BookmarkSubscribeRSS Feed
jhealthpolicy
Fluorite | Level 6

Greetings--

 

I'm having issues reading in some flat files i received, I have very limited knowledge of this format(EBCDIC).

 

Issue:

The character fields read in fine, however the numeric fields do not read in correctly. If I read them in as character (EBCDICw. format), I receive values, but with many leading 0s and I don't know where the decimal goes. 

 

Source file documentation bullet points:

File format is EBCDIC

End of record limiter is Hex 'OA'

 Right justified.

 Fixed width fields and have lengths of each field.

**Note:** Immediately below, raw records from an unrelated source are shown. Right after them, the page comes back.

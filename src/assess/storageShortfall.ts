// How much storage a case lacks, in volumes, each storm counted below its own limit level (the lower
// of the freeboard level and, for a storm that keeps the spillway dry, the spillway crest; an
// underground system's top):
// - a lower bound from the storms alone: any outlet that keeps a storm's peak outflow at or below its
//   target releases at most the target at every instant, so it holds at least the inflow's volume above
//   the target (the constant-release hydrograph difference);
// - the routed estimate: the storm routed through notional outlets of the usual kinds, sized to meet
//   the target, needs what the largest of them stores, and a pond sized for it holds that and the
//   catalogue allowance more (as `outfit pond` sizes);
// - what the closest routed design stored above the limit level.
// The advice adds the largest of these.
import type { Case, Storm } from "../model.js";
import type { StormRouting } from "../routing/routeCase.js";
import { targetBand } from "./rules/band.js";
import { storageCurve } from "../storage/curve.js";
import { hydrographDifference } from "../storage/estimate.js";
import { storageBelow, type LimitLevel } from "../storage/limitLevel.js";
import { caseLimitLevel } from "../sizing/stormEstimates.js";
import { routedEstimates, type NotionalKind } from "../sizing/routedEstimate.js";
import { CATALOGUE_ALLOWANCE } from "../sizing/pondChoice.js";

export interface StormShortfall {
  storm: string;
  limit: LimitLevel;
  /** m3 between the pool and the storm's limit level. */
  available: number;
}

export interface StorageShortfall {
  /** The storm with the least room below its limit level, its level and what it holds (m3). */
  tightest: StormShortfall;
  /** The largest lower bound of any storm beyond its available storage (m3, 0 when none), the bound and its storm. */
  leastShortfall: number;
  leastNeeded: number;
  leastStorm: string | null;
  /** The routed estimate (with the catalogue allowance) beyond the available storage (m3, 0 when none), and its storm and notional outlet. */
  routedShortfall: number;
  routedNeeded: number;
  routedStorm: string | null;
  routedKind: NotionalKind | null;
  /** m3 the closest routed design stored above a storm's limit level (the most of any storm; null without a design). */
  designShortfall: number | null;
  designStorm: string | null;
  /** Plan area at the tightest limit level (m2), to turn a volume into depth. */
  areaAtLimit: number;
  /** Depth between the pool and the tightest limit level (m), to turn a volume into footprint. */
  usableDepth: number;
}

export function storageShortfall(c: Case, closest: readonly StormRouting[] | null): StorageShortfall {
  const targeted = c.storms.filter((s) => s.target !== null);
  const room = (s: Storm): StormShortfall => {
    const limit = caseLimitLevel(c, s);
    return { storm: s.name, limit, available: storageBelow(c.pond, limit.level) };
  };
  const rooms = new Map(targeted.map((s) => [s.name, room(s)]));
  let tightest: StormShortfall = targeted.length ? rooms.get(targeted[0].name)! : { storm: "", limit: caseLimitLevel(c, c.storms[0]), available: storageBelow(c.pond, caseLimitLevel(c, c.storms[0]).level) };
  for (const r of rooms.values()) if (r.available < tightest.available) tightest = r;
  let least = { short: 0, needed: 0, storm: null as string | null };
  for (const s of targeted) {
    const v = hydrographDifference(s.inflow, targetBand(s.target!, c.criteria)[1], "constant");
    const short = v - rooms.get(s.name)!.available;
    if (short > least.short || least.storm === null) least = { short: Math.max(0, short), needed: v, storm: s.name };
  }
  let routed = { short: 0, needed: 0, storm: null as string | null, kind: null as NotionalKind | null };
  for (const e of routedEstimates({ pond: c.pond, tailwater: c.tailwater, storms: c.storms, drawdownDepth: c.criteria.drawdownDepth, over: c.criteria.over, under: c.criteria.under })) {
    const needed = e.largest.storage * (1 + CATALOGUE_ALLOWANCE);
    const short = needed - rooms.get(e.storm.name)!.available;
    if (short > routed.short || routed.storm === null) routed = { short: Math.max(0, short), needed, storm: e.storm.name, kind: e.largest.kind };
  }
  const curve = storageCurve(c.pond);
  let design: { short: number; storm: string } | null = null;
  for (const sr of closest ?? []) {
    const r = rooms.get(sr.storm.name);
    if (!r) continue;
    const short = Math.max(0, curve.volume(sr.result.maxStage) - curve.volume(r.limit.level));
    if (design === null || short > design.short) design = { short, storm: sr.storm.name };
  }
  return {
    tightest,
    leastShortfall: least.short,
    leastNeeded: least.needed,
    leastStorm: least.storm,
    routedShortfall: routed.short,
    routedNeeded: routed.needed,
    routedStorm: routed.storm,
    routedKind: routed.kind,
    designShortfall: design?.short ?? null,
    designStorm: design?.storm ?? null,
    areaAtLimit: curve.area(tightest.limit.level),
    usableDepth: tightest.limit.level - c.pond.pool,
  };
}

 If value is negative, first byte will be a sign

 If value is positive, the first byte is a space

 No value defaults to all zeros

 

System:

SAS 9.4 on Windows 10.

 

Code:

data readin;
infile rawfile lrecl=2156 missover dsd truncover recfm=f ;

input
@1 CHAR_VAR1 $EBCDIC13.
@14 NUM_VAR1  IND_CLAIM $EBCDIC13.

;

run;

 

This produces an error free log.

 

I attempted using the S370FPD10.2 informat on NUM_VAR1, but then only receive missing values and the following message in the log:


NOTE: Invalid data for NUM_VAR1 in line 20 1174-1183.
WARNING: Limit set by ERRORS= option reached. Further errors of this type will not be printed.
20 òðòññöóó÷óðöõÆÖ@@×ÔÃÁÉÄõðñô@@@@@@@@@@@@ÃÕ@ùñðððñøõóñù÷ðöaññañùùò@ðððððððð@@@@@@@@@@@@@ðððððð
93 ððððð@@@@@@@@@@@@@@@@@@@@@@@@@@@@@@@@@@@@@@@@@@@@@@@@@@@@@@@@@@@@@@@@@@@@@@@@@@@@@@@@@@@@@@@
185 @@@@@@@@@@@@@@@@@@@@@@@@@@@@@@@@@@@@@@@@@@@@@@@@@@@@@@@@@@@@@@@@@@@@@@@@@@@@@@@@@@@@@@@@@@@@
277 @@@@@{{{öñ@@@@@@ðñó@ñ@ðñaðñaðñðñðððð{{{{@ðððððððððððððððóaðóaòðòñðððð@@@@@ðððððððð@ððððððððð
369 ðððððñññðñóùñôôøø@@@@@@@@@@@@@@@@@@@ðððððððð@@@@@@@@@@@@@@@@@@@@@@@@@@@@@@@@@@ðððððððððððððð
461 ððððððððððððððððððððððððððð@@@@@@Ä@@@@@@@@@@@@@@@@@@@@@@@@@@@@@@@@@@@@@@@@@@@@@@@@@@@@ðöañòa
553 òðòñòö@@@@@@@@ðððððððððððððððñðañõaòðòñòððóaðóaòðòñðóaðóaòðòñðöañòaòðòñ@@@@@@ððððððððððððððð
645 ðððððððððððððððððòø@ðððððððððððððððððððððððððððððð@@@@@@@@@@ôóõö÷ðððð@@@@@@@@ÆÃ@@@@@@@@@ðððð
737 ððððððôòóùòñöøðò@@@@@@@@@@@@@@@@@@@@@@@@@@@@@@@@@@@ððððððððððð@@@ððððððððòö@@@@@@@@@@@@@@@@@

 

I'm hoping all i need is the correct informat for numeric fields. i have tried all S370 formats with no success. 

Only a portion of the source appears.